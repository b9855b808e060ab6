//! The receiver with the 6-coil head, calibration, pre-job check, formatting,
//! interleaved input and arbitrary gains.

use proptest::prelude::*;
use undertone_dsp::detect::input::InputScale;
use undertone_dsp::field::vec3::from_yaw_pitch;
use undertone_dsp::field::Source;
use undertone_dsp::format::{length, LengthUnit};
use undertone_dsp::locate::calibration::{calibrate, pre_job_check, CalInput, Calibration};
use undertone_dsp::locate::depth::{gradient_depth, CoilPair, Offsets, RatioOf};
use undertone_dsp::{Beacon, DetectorSettings, FieldModel, Flags, Head, Param, Receiver, ReceiverSettings};

fn detection<const N: usize>(r: &[f32; N], sigma: f32) -> undertone_dsp::Detection<N> {
    undertone_dsp::Detection {
        sample_index: 0,
        t_s: 0.0,
        phasors: r.map(|v| undertone_dsp::phasor::unit(0.7).scale(v)),
        noise_sigma: [sigma; N],
        stats: Default::default(),
        freq_offset_hz: 0.0,
        freq_offset_sigma_hz: 0.0,
        flags: Default::default(),
    }
}

fn six() -> ReceiverSettings<6> {
    ReceiverSettings::new(DetectorSettings::new(48_000.0, Beacon::Hz512), InputScale::unity(24), Head::triads6())
}

#[test]
fn six_coil_fix_off_the_peak() {
    // From one position 0.5 m behind and 0.3 m right of the sonde, the fix reports offsets and depth
    // (dipole field, Griffiths eq. 5.89, through `Head::readings`).
    let head = Head::triads6();
    let src = Source::Dipole { moment_am2: from_yaw_pitch(0.2, 0.0), pos_m: [0.5, -0.3, -1.6] };
    let r = head.readings(&src, [0.0; 3], 0.0).map(|v| v * 1e9);
    let mut rx = Receiver::new(six()).unwrap();
    let out = rx.locate(&detection(&r, 1e-3));
    let fix = out.fix.expect("fit ran");
    assert!(fix.converged);
    assert!((fix.ahead_m.value - 0.5).abs() < 0.01 && (fix.left_m.value + 0.3).abs() < 0.01, "{fix:?}");
    assert!((fix.depth_m.value - 1.6).abs() < 0.01 && fix.depth_m.sigma > 0.0, "{fix:?}");
    // Off the point over the sonde no depth is shown, whatever the method, and one readout
    // is no trail: the receiver says why and gives no direction yet.
    assert_eq!(out.fit_depth, Err(undertone_dsp::locate::depth::Withheld::NotOver));
    assert!(out.gradient.is_err() && out.depth.is_none(), "off the peak: depth withheld");
    assert_eq!(out.guidance.direction(), 0, "{:?}", out.guidance);
    assert_eq!(out.guidance.why, Some(undertone_dsp::locate::depth::Withheld::NeedsMotion), "{:?}", out.guidance);
}

#[test]
fn distorted_field_is_flagged_when_calibrated() {
    // With the strength calibrated the fit has one degree of freedom; a second, nearby source
    // (metal re-radiating, say) leaves a residual that flags the field as distorted.
    let head = Head::triads6();
    let k = 1e-7f32 * 1e9; // reading units·m³ for m = 1 A·m², readings scaled by 1e9
    let src = Source::Dipole { moment_am2: [1.0, 0.0, 0.0], pos_m: [0.2, 0.1, -1.2] };
    let clean = head.readings(&src, [0.0; 3], 0.0).map(|v| v * 1e9);
    let mut s = six();
    s.locator.calibration = Calibration { upper_gain: 1.0, strength: k, strength_sigma: 0.0 };
    s.locator.fit_every = 1; // fit on every readout: the field changes between the two readouts below
    let mut rx = Receiver::new(s).unwrap();
    let out = rx.locate(&detection(&clean, 1e-3));
    assert!(!out.flags.contains(Flags::DISTORTED), "{:?}", out.fix);
    let other = Source::Dipole { moment_am2: [0.0, 0.3, 0.0], pos_m: [-0.6, 0.0, -0.5] };
    let extra = head.readings(&other, [0.0; 3], 0.0).map(|v| v * 1e9);
    let mixed: [f32; 6] = std::array::from_fn(|i| clean[i] + extra[i]);
    let out = rx.locate(&detection(&mixed, 1e-3));
    assert!(out.flags.contains(Flags::DISTORTED), "{:?}", out.fix);
}

#[test]
fn gain_calibration_corrects_upper_coil_mismatch() {
    // Upper coil 3 % hot: uncorrected gradient depth is wrong; after calibration at 1.0 m
    // the depth at 2.0 m comes out right (h = s/(R^(1/3) − 1), derived from the dipole field, Griffiths, Introduction to Electrodynamics, eq. 5.89).
    let head = Head::reference4();
    let read = |h: f32| {
        head.readings(&Source::Dipole { moment_am2: [1.0, 0.0, 0.0], pos_m: [0.0, 0.0, -h] }, [0.0; 3], 0.0).map(|v| v.abs() * 1e9)
    };
    let r1 = read(1.0);
    let up1 = r1[3] * 1.03;
    let cal = calibrate(
        FieldModel::Dipole,
        &CalInput { distance_m: 1.0, spacing_m: 0.4, a_low: r1[0], a_up: up1, sigma_low: 1e-3, sigma_up: 1e-3, vertical_ratio: 0.0 },
    )
    .unwrap();
    assert!((cal.upper_gain - 1.0 / 1.03).abs() < 1e-4, "{cal:?}");
    let r2 = read(2.0);
    let est = |up: f32| {
        gradient_depth(
            FieldModel::Dipole,
            RatioOf::Along,
            CoilPair { low: r2[0], up, sigma_low: 0.0, sigma_up: 0.0, spacing_m: 0.4 },
            0.0,
            Offsets::OVER,
        )
        .unwrap()
    };
    let raw = est(r2[3] * 1.03);
    let fixed = est(r2[3] * 1.03 * cal.upper_gain);
    assert!((raw.depth_m - 2.0).abs() > 0.1, "{raw:?}");
    assert!((fixed.depth_m - 2.0).abs() < 1e-3, "{fixed:?}");
    // Strength K = A·d³ at the known distance.
    assert!((cal.strength / (r1[0] * 1.0) - 1.0).abs() < 1e-6);
    // Poor SNR, off the peak, or an absurd correction are refused with the reason.
    let base = CalInput { distance_m: 1.0, spacing_m: 0.4, a_low: r1[0], a_up: up1, sigma_low: 1e-3, sigma_up: 1e-3, vertical_ratio: 0.0 };
    assert_eq!(calibrate(FieldModel::Dipole, &CalInput { sigma_up: up1, ..base }).unwrap_err().param, Param::Calibration);
    assert_eq!(calibrate(FieldModel::Dipole, &CalInput { vertical_ratio: 0.5, ..base }).unwrap_err().param, Param::Calibration);
    assert_eq!(calibrate(FieldModel::Dipole, &CalInput { a_up: up1 * 2.0, ..base }).unwrap_err().param, Param::Calibration);
    assert_eq!(calibrate(FieldModel::Dipole, &CalInput { distance_m: 9.0, ..base }).unwrap_err().param, Param::Distance);
}

#[test]
fn pre_job_check_sees_a_weak_battery() {
    let cal = Calibration { upper_gain: 1.0, strength: 8.0, strength_sigma: 0.0 };
    // At 2 m a full-strength sonde reads 8/2³ = 1.0; a weak one 0.6.
    let ok = pre_job_check(FieldModel::Dipole, 1.0, 0.001, 2.0, 0.05, &cal);
    assert!(ok.tone_present && (ok.strength_ratio - 1.0).abs() < 1e-6 && (ok.snr_db - 60.0).abs() < 1e-3);
    let weak = pre_job_check(FieldModel::Dipole, 0.6, 0.001, 2.0, 0.0, &cal);
    assert!((weak.strength_ratio - 0.6).abs() < 1e-6);
    let none = pre_job_check(FieldModel::Dipole, 0.001, 0.001, 2.0, 0.0, &cal);
    assert!(!none.tone_present);
}

#[test]
fn lengths_format_in_metres_and_feet() {
    // 1 ft = 0.3048 m exactly (international foot, 1959).
    assert_eq!(length(1.524, LengthUnit::FeetInches).as_str(), "5' 0\"");
    assert_eq!(length(0.9144 + 0.0254 * 7.0, LengthUnit::FeetInches).as_str(), "3' 7\"");
    assert_eq!(length(1.2345, LengthUnit::Metres).as_str(), "1.23 m");
    assert_eq!(length(f32::NAN, LengthUnit::Metres).as_str(), "--");
}

#[test]
fn interleaved_buffers_give_the_same_readouts_as_frames() {
    let s = ReceiverSettings::new(DetectorSettings::new(8_000.0, Beacon::Hz512), InputScale::unity(16), Head::reference4());
    let mut a = Receiver::new(s).unwrap();
    let mut b = Receiver::new(s).unwrap();
    let buf: Vec<i32> = (0..8_000 * 4 + 3).map(|i| ((i as f64 * 0.37).sin() * 9000.0) as i32).collect();
    let mut ra = Vec::new();
    let left = a.push_interleaved_codes(&buf, |r| ra.push(r));
    assert_eq!(left, 3);
    let mut rb = Vec::new();
    for f in buf.chunks_exact(4) {
        if let Some(r) = b.push_codes(&[f[0], f[1], f[2], f[3]]) {
            rb.push(r);
        }
    }
    assert_eq!(ra.len(), rb.len());
    assert!(!ra.is_empty());
    assert_eq!(ra.last().unwrap().phasors, rb.last().unwrap().phasors);
}

#[test]
fn coil_gains_outside_the_sane_range_are_refused_naming_the_coil() {
    for (coil, g) in [(3usize, 1e-20f32), (1, 1e-45), (5, 1e9), (0, -1.0), (2, f32::NAN)] {
        let mut s = six();
        s.head.coils[coil].gain = g;
        let e = Receiver::new(s).unwrap_err();
        assert_eq!(e.param, Param::CoilGain(coil as u8), "{e}");
        assert!(e.to_string().starts_with(&format!("coil {coil} gain")), "{e}");
    }
    // The upper coil below the lower one is refused too.
    let mut s = six();
    s.head.coils[3].pos_m = [0.0, 0.0, -0.4];
    assert_eq!(Receiver::new(s).unwrap_err().param, Param::CoilPosition(3));
}

proptest! {
    #![proptest_config(ProptestConfig::with_cases(cases(24)))]

    #[test]
    fn receiver_survives_any_frames_and_gains(
        gains in prop::array::uniform6(0.1f32..10.0),
        frames in prop::collection::vec(prop::array::uniform6(prop_oneof![Just(f32::NAN), Just(f32::INFINITY), Just(0.0f32), Just(1e38f32), -1.0f32..1.0]), 1..40),
    ) {
        let mut s = six();
        for (c, g) in gains.iter().enumerate() {
            s.head.coils[c].gain = *g;
        }
        s.detector = DetectorSettings { sample_rate_hz: 4_000.0, beacon: Beacon::Hz640, bandwidth_hz: 40.0, kind: undertone_dsp::DetectorKind::DEFAULT, readout_rate_hz: 50.0 };
        let mut rx = Receiver::new(s).unwrap();
        for _ in 0..60 {
            for f in &frames {
                if let Some(r) = rx.push(f) {
                    prop_assert!(r.strength.is_finite() && r.strength_db.is_finite() && r.snr_db.is_finite());
                    prop_assert!(r.bearing_deg.is_finite() && r.guidance.vertical_ratio.is_finite());
                    for d in [r.gradient, r.fit_depth, r.known_moment].into_iter().flatten() {
                        prop_assert!(d.depth_m.is_finite() && d.sigma_m.is_finite() && d.sigma_m > 0.0);
                    }
                    for d in [r.guidance.ahead, r.guidance.left].into_iter().flatten() {
                        prop_assert!(d.value_m.is_finite() && d.sigma_m.is_finite());
                    }
                    prop_assert!(r.field.signed.iter().chain(r.field.sigma.iter()).all(|v| v.is_finite()));
                }
            }
        }
    }
}

/// Property-test cases: `PROPTEST_CASES` when set (CI raises it), else `default`.
fn cases(default: u32) -> u32 {
    std::env::var("PROPTEST_CASES").ok().and_then(|v| v.parse().ok()).unwrap_or(default)
}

== Problem to work on ==
Give back, unchanged, the run of lines in the listing above that begins at the line containing "#![proptest_config(ProptestConfig::with_cases(cases(24)))]" and ends at the line containing "[r.gradient, r.fit_depth, r.known_moment].into_iter().flatten()", both included.

== Exercise output ==
    #![proptest_config(ProptestConfig::with_cases(cases(24)))]

    #[test]
    fn receiver_survives_any_frames_and_gains(
        gains in prop::array::uniform6(0.1f32..10.0),
        frames in prop::collection::vec(prop::array::uniform6(prop_oneof![Just(f32::NAN), Just(f32::INFINITY), Just(0.0f32), Just(1e38f32), -1.0f32..1.0]), 1..40),
    ) {
        let mut s = six();
        for (c, g) in gains.iter().enumerate() {
            s.head.coils[c].gain = *g;
        }
        s.detector = DetectorSettings { sample_rate_hz: 4_000.0, beacon: Beacon::Hz640, bandwidth_hz: 40.0, kind: undertone_dsp::DetectorKind::DEFAULT, readout_rate_hz: 50.0 };
        let mut rx = Receiver::new(s).unwrap();
        for _ in 0..60 {
            for f in &frames {
                if let Some(r) = rx.push(f) {
                    prop_assert!(r.strength.is_finite() && r.strength_db.is_finite() && r.snr_db.is_finite());
                    prop_assert!(r.bearing_deg.is_finite() && r.guidance.vertical_ratio.is_finite());
                    for d in [r.gradient, r.fit_depth, r.known_moment].into_iter().flatten() {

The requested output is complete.